On se sent à la fois plus cultivé et plus dubitatif en refermant le livre « Inégalité » de l’économiste américain James K. Galbraith. Cette version française de l’ouvrage initialement paru aux Presses d’Oxford dans la collection « Ce que chacun doit savoir » remplit ainsi sa mission : faire le point à 360 degrés sur ce thème brûlant tout en aiguisant le sens critique du lecteur.
La hausse des inégalités est une des caractéristiques de notre époque, dans de nombreux pays. Mais sa mesure comme son analyse posent de nombreuses questions …et parfois davantage qu’elles n’apportent de réponses. Qu’elles soient simplement de salaires ou de revenus, il y a inégalités et inégalités : plus on rentre dans le détail plus on s’y perd. James Galbraith explicite clairement les outils qui permettent de les mesurer ….mais aussi leurs limites. Même avec un appareil statistique perfectionné et en menant une étude sophistiquée, leurs mesures ne prendront pas en compte, par exemple, l’impact sur les revenus des ménages des coûts de l’éducation ou de la santé -selon qu’ils sont gratuits ou payants. …pas plus que le poids des taxes indirectes, qui pénalisent proportionnellement plus le budget des ménages les plus modestes.
Ces limites ne sont pas une raison pour ignorer le sujet même si, comme le note James Galbraith, les économistes l’avaient fait au moment où elles se réduisaient fortement, c’est-à-dire dans les décennies d’après-guerre, avant de s’y intéresser de nouveau plus récemment. Un symptôme de leur résurgence.
Après avoir évoqué les théories des grands auteurs, tels Karl Marx, Thorstein Veblen ou Simon Kuznets mais aussi Keynes, Schumpeter ou Adam Smith, l’auteur détaille également les travaux plus récents sur les inégalités : ceux de Thomas Piketty ou de Branko Milanovic, qui ont apporté de nouveaux éclairages, et bénéficié de plus grandes bases de données et d’une plus grande puissance de calcul que leurs prédécesseurs. Dans le cas de Thomas Piketty, James Galbraith formule plusieurs critiques ….où pointe peut-être une forme de rivalité entre économistes traitant de ces questions. Il critique notamment l’hypothèse, vérifiée au cours des dernières décennies, que le rendement du capital s’accroît davantage que celui du travail. Effectivement, un krach boursier ou immobilier peut changer la donne, de même qu’un retour de l’inflation pourrait rogner les patrimoines financiers. Tout en gardant en tête ces observations, elles n’infirment cependant pas les constats de Thomas Piketty.

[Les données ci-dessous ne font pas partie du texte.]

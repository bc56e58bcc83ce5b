"""First-order optimizers that update parameter arrays in place.

Every optimizer has one public step, ``opt.update(params, grads)``: ``params``
is a list of parameter arrays (for a network, ``net.params``), ``grads`` the
gradients aligned with it (``net.backward(...)[0]``). The parameter arrays are
modified in place; ``grads`` is never modified.

Common notation in the update formulas: ``g`` is the gradient, ``t`` the
number of the update (1 for the first), ``alpha`` the base learning rate
``lr`` and ``eta_t`` the multiplier of the optional schedule (see
:mod:`tinyprop.schedules`; 1 without one), so the learning rate of update
``t`` is ``alpha * eta_{t-1}``.

Gradient-norm clipping (``clip_norm=c``): when the global norm
``||g|| = sqrt(sum over all arrays of sum g**2)`` exceeds ``c``, every rule
below uses ``g * c / ||g||`` instead of ``g`` (Pascanu, Mikolov & Bengio (2013),
"On the difficulty of training recurrent neural networks", ICML, Algorithm 1).

Memory: the state arrays (velocities, moment estimates) and one work buffer
per parameter array are allocated on the first update, with the parameters'
dtype; later updates write into them with ``out=`` arguments and allocate no
arrays. The state is exported and restored with :meth:`Optimizer.get_state`
and :meth:`Optimizer.set_state` as plain arrays and JSON-able scalars (for
checkpoints).
"""

from __future__ import annotations

import math
from dataclasses import dataclass, field
from typing import Any, Sequence

import numpy as np

from ._json import canonical_json
from ._validate import real_in_range
from ._views import flat_vector, views_of
from .schedules import CosineSchedule, ExponentialSchedule, LinearWarmUp, Schedule, StepSchedule

__all__ = ["Optimizer", "OptimizerState", "SGD", "RMSProp", "Adam", "optimizer_from_state"]


@dataclass
class OptimizerState:
    """Everything an optimizer needs to continue exactly where it stopped.

    ``kind`` is the class name, ``settings`` the JSON-able constructor
    arguments (:meth:`Optimizer.settings`), ``steps`` the number of updates
    made, and ``arrays`` the state arrays named ``"<slot>/<i>"`` for the
    parameter array ``i`` (for example ``"first_moment/0"``); it is empty
    before the first update.
    """

    kind: str
    settings: dict[str, Any]
    steps: int
    arrays: dict[str, np.ndarray] = field(default_factory=dict)


class Optimizer:
    """Base class. Subclasses name their state slots and implement ``_apply``.

    Parameters shared by all optimizers: ``lr`` (the base learning rate
    ``alpha > 0``), ``schedule`` (a :class:`~tinyprop.schedules.Schedule` or
    ``None`` for a constant rate) and ``clip_norm`` (``None`` or the largest
    allowed global gradient norm ``c > 0``).
    """

    _slot_names: tuple[str, ...] = ()

    def __init__(self, lr: float, *, schedule: Schedule | None = None, clip_norm: float | None = None) -> None:
        self.lr = real_in_range(lr, "lr", low=0.0, low_open=True)
        if schedule is not None and not isinstance(schedule, Schedule):
            raise TypeError(
                f"schedule must be a tinyprop Schedule (e.g. CosineSchedule(steps=1000)) or None, "
                f"got {type(schedule).__name__}"
            )
        self.schedule = schedule
        self.clip_norm = None if clip_norm is None else real_in_range(clip_norm, "clip_norm", low=0.0, low_open=True)
        self.steps = 0
        self._layout: list[tuple[tuple[int, ...], np.dtype]] | None = None
        self._slots: dict[str, list[np.ndarray]] = {}
        self._work: list[np.ndarray] = []
        self._flat_slots: dict[str, list[np.ndarray]] = {}
        self._flat_work: list[np.ndarray] = []
        self._clipped: list[np.ndarray] = []

    # ----------------------------------------------------------------- the step
    def update(self, params: Sequence[np.ndarray], grads: Sequence[np.ndarray]) -> None:
        """Apply one update to ``params`` in place, using ``grads`` (not modified).

        When ``params`` is ``net.params`` and ``grads`` comes from
        ``net.backward`` (lists of views of one flat vector each) and there is
        no clipping, every array is updated at once through the flat vectors:
        the same operations element for element, a few calls instead of a few
        per array.
        """
        if self._layout is None:
            self._allocate(params)
        flat = None if self.clip_norm is not None else self._flat_pair(params, grads)
        if flat is None:
            self._check(params, grads)
        multiplier = 1.0 if self.schedule is None else self.schedule.multiplier(self.steps)
        if flat is not None:
            self.steps += 1
            self._apply(self._flat_slots, self._flat_work, 0, flat[0], flat[1], multiplier)
            return
        grads = self._clip(grads)
        self.steps += 1
        slots, work = self._slots, self._work
        for i, (p, g) in enumerate(zip(params, grads)):
            self._apply(slots, work, i, p, g, multiplier)

    def _flat_pair(
        self, params: Sequence[np.ndarray], grads: Sequence[np.ndarray]
    ) -> tuple[np.ndarray, np.ndarray] | None:
        """The flat vectors behind ``params`` and ``grads`` when both fit this optimizer's layout, else ``None``."""
        P, G = flat_vector(params), flat_vector(grads)
        if P is None or G is None or not self._flat_work:
            return None
        p_shapes, g_shapes, known = params.shapes, grads.shapes, self._same_shapes  # type: ignore[attr-defined]
        same = (p_shapes is known or self._has_layout(p_shapes)) and (g_shapes is known or self._has_layout(g_shapes))
        if not same or P.dtype != self._flat_work[0].dtype:
            return None  # not the layout of the first update: the per-array check explains
        return P, G

    def _has_layout(self, shapes: tuple[tuple[int, ...], ...]) -> bool:
        """``shapes == self._shapes``; the last equal tuple met is remembered, so that it is recognised by identity.

        (Tuples do not change: one that was equal when remembered is equal now.)
        """
        if shapes != self._shapes:
            return False
        self._same_shapes = shapes
        return True

    def _apply(
        self, slots: dict[str, list[np.ndarray]], scratch: list[np.ndarray], i: int, p: np.ndarray, g: np.ndarray,
        multiplier: float,
    ) -> None:
        """Update ``p`` from ``g`` in place, with state ``slots[name][i]`` and scratch array ``scratch[i]``.

        ``slots`` and ``scratch`` are the per-array lists, or, for an update of all
        arrays at once, the one-element lists of the flat vectors (``i == 0``).
        """
        raise NotImplementedError

    def _clip(self, grads: Sequence[np.ndarray]) -> Sequence[np.ndarray]:
        if self.clip_norm is None:
            return grads
        norm = math.sqrt(sum(float(np.vdot(g, g)) for g in grads))
        if norm <= self.clip_norm or not math.isfinite(norm):  # non-finite: the caller's guard decides
            return grads
        scale = self.clip_norm / norm
        for g, out in zip(grads, self._clipped):
            np.multiply(g, scale, out=out)
        return self._clipped

    def _allocate(self, params: Sequence[np.ndarray]) -> None:
        arrays = [np.asarray(p) for p in params]
        for i, p in enumerate(arrays):
            if p.dtype.kind != "f":
                raise TypeError(f"params[{i}] must be a float array, got dtype {p.dtype}")
        self._layout = [(p.shape, p.dtype) for p in arrays]
        self._slots = {name: self._new_arrays(np.zeros) for name in self._slot_names}
        self._allocate_buffers()

    def _new_arrays(self, make: Any) -> list[np.ndarray]:
        """Arrays of the layout from ``make(size, dtype)``: views of one flat array when the dtypes agree."""
        assert self._layout is not None
        shapes = tuple(shape for shape, _ in self._layout)
        dtypes = {dtype for _, dtype in self._layout}
        if len(dtypes) == 1:
            return views_of(make(sum(math.prod(shape) for shape in shapes), dtypes.pop()), shapes)
        return [make(shape, dtype) for shape, dtype in self._layout]

    def _allocate_buffers(self) -> None:
        """Scratch arrays; each slot and the scratch as views of one flat array too, for flat updates.

        Slot arrays that are not yet views of one flat array (state set from
        outside) are copied into one.
        """
        assert self._layout is not None
        self._work = self._new_arrays(np.empty)
        self._clipped = self._new_arrays(np.empty) if self.clip_norm else []
        self._flat_slots: dict[str, list[np.ndarray]] = {}
        self._flat_work: list[np.ndarray] = []
        self._shapes = tuple(shape for shape, _ in self._layout)
        self._same_shapes = self._shapes
        flat_work = flat_vector(self._work)
        if flat_work is None:
            return  # arrays of several dtypes are updated one by one
        for name, slot in self._slots.items():
            flat = flat_vector(slot)
            if flat is None:
                flat = np.concatenate([a.reshape(-1) for a in slot])
                self._slots[name] = views_of(flat, self._shapes)
            self._flat_slots[name] = [flat]
        self._flat_work = [flat_work]

    def _check(self, params: Sequence[np.ndarray], grads: Sequence[np.ndarray]) -> None:
        layout = self._layout
        assert layout is not None
        if len(params) != len(layout) or len(grads) != len(layout):
            raise ValueError(
                f"this optimizer holds state for {len(layout)} parameter arrays; "
                f"got {len(params)} params and {len(grads)} grads"
            )
        for i, ((shape, dtype), p, g) in enumerate(zip(layout, params, grads)):
            if p.shape != shape or p.dtype != dtype or g.shape != shape:
                raise ValueError(
                    f"params[{i}] / grads[{i}] must have shape {shape} and dtype {dtype} "
                    f"(fixed at the first update), got {p.shape} {p.dtype} / {g.shape}; "
                    "use a new optimizer for a different network"
                )

    # ----------------------------------------------------------------- state
    def _mark(self) -> None:
        """Remember the current state (update count and state arrays) for :meth:`_rewind`.

        The copies go into buffers kept for the purpose, so marking before
        every epoch allocates nothing after the first time.
        """
        if self._layout is None:
            self._marked: tuple[int, dict[str, list[np.ndarray]] | None] = (self.steps, None)
            return
        previous = getattr(self, "_marked", (0, None))[1]
        if previous is None or any(len(previous[k]) != len(v) for k, v in self._slots.items()):
            previous = {name: [a.copy() for a in slot] for name, slot in self._slots.items()}
        else:
            for name, slot in self._slots.items():
                for copy, array in zip(previous[name], slot):
                    np.copyto(copy, array)
        self._marked = (self.steps, previous)

    def _rewind(self) -> None:
        """Return to the state of the last :meth:`_mark`."""
        steps, arrays = self._marked
        self.steps = steps
        if arrays is None:
            self._layout, self._slots, self._work, self._clipped = None, {}, [], []
            return
        for name, slot in self._slots.items():
            for array, copy in zip(slot, arrays[name]):
                np.copyto(array, copy)

    def _take_state(
        self, steps: int, layout: list[tuple[tuple[int, ...], np.dtype]] | None, slots: dict[str, list[np.ndarray]]
    ) -> None:
        """Adopt ``steps``, the parameter ``layout`` and the state arrays ``slots`` as they are.

        Unchecked (the arrays may be non-finite): for :func:`tinyprop.train_stacked`,
        which hands every optimizer the state its network reached in the stack.
        """
        self.steps = int(steps)
        self._layout, self._slots = layout, slots
        if layout is None:
            self._work, self._clipped = [], []
        else:
            self._allocate_buffers()

    def settings(self) -> dict[str, Any]:
        """JSON-able constructor arguments (the schedule as its own settings dict)."""
        return {
            "lr": self.lr,
            **self._own_settings(),
            "schedule": None if self.schedule is None else self.schedule.settings(),
            "clip_norm": self.clip_norm,
        }

    def _own_settings(self) -> dict[str, Any]:
        raise NotImplementedError

    def get_state(self) -> OptimizerState:
        """A copy of the optimizer's state: update count and state arrays."""
        arrays = {
            f"{name}/{i}": array.copy() for name, slot in self._slots.items() for i, array in enumerate(slot)
        }
        return OptimizerState(type(self).__name__, self.settings(), self.steps, arrays)

    def set_state(self, state: OptimizerState, *, params: Sequence[np.ndarray] | None = None) -> None:
        """Continue from ``state`` (from :meth:`get_state` of an optimizer with equal settings).

        The arrays are copied. Raises ``ValueError`` if the kind or settings
        differ, the arrays do not form complete, consistent slots, or (with
        ``params``, the parameter arrays the next updates will receive) their
        shapes and dtypes differ from ``params``. Everything is checked before
        anything changes: a refused state leaves the optimizer as it was.
        """
        if not isinstance(state, OptimizerState):
            raise TypeError(f"state must be an OptimizerState, got {type(state).__name__}")
        if state.kind != type(self).__name__:
            raise ValueError(f"state is for a {state.kind} optimizer, this one is a {type(self).__name__}")
        if canonical_json(state.settings) != canonical_json(self.settings()):
            raise ValueError(
                f"state was saved with settings {state.settings}, this optimizer has {self.settings()}; "
                "build the optimizer with the same settings to resume"
            )
        if isinstance(state.steps, bool) or not isinstance(state.steps, (int, np.integer)) or state.steps < 0:
            raise ValueError(f"state.steps must be an integer >= 0, got {state.steps!r}")
        slots = _slots_from_arrays(state.arrays, self._slot_names)
        if slots is None and self._slot_names and state.steps > 0:
            raise ValueError(
                f"state has made {state.steps} updates but holds no {', '.join(self._slot_names)} arrays; "
                "a state after an update keeps them"
            )
        if slots is not None and params is not None:
            _check_layout(slots[self._slot_names[0]], params)
        self.steps = int(state.steps)
        if slots is None:
            self._layout, self._slots, self._work, self._clipped = None, {}, [], []
            return
        first = slots[self._slot_names[0]]
        self._layout = [(a.shape, a.dtype) for a in first]
        self._slots = slots
        self._allocate_buffers()

    def __repr__(self) -> str:
        return f"{type(self).__name__}({', '.join(f'{k}={v!r}' for k, v in self.settings().items())})"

Mais le livre ne s’arrête pas à ces querelles, et fournit un panorama complet des différents facteurs à l’origine de la croissance ou de la décroissance des inégalités ainsi que les impacts possibles des inégalités sur la bonne marche de l’économie, mais aussi de la démocratie, la concentration de richesses étant aussi une concentration du pouvoir. Il témoigne aussi du regard d’un économiste keynésien américain : il souligne notamment que les inégalités entre les nations européennes restent bien plus élevées que celles entre les cinquante Etats des Etats-Unis.
C’est cependant la digression finale de James Galbraith qui offre la plus grande touche d’originalité à son ouvrage : selon ses recherches menées dans le cadre de l’University of Texas inequality Project, l’égalité économique favorise la victoire militaire : dans l’Histoire, les guerres ont le plus souvent été gagnées par les Etats les plus égalitaires contre leurs adversaires moins égalitaires. Et cette affirmation est encore plus vraie, analyse l’économiste, lorsque l’Etat le plus égalitaire est une démocratie. On le voit : de nombreux champs de bataille s’ouvrent encore à la recherche sur les inégalités.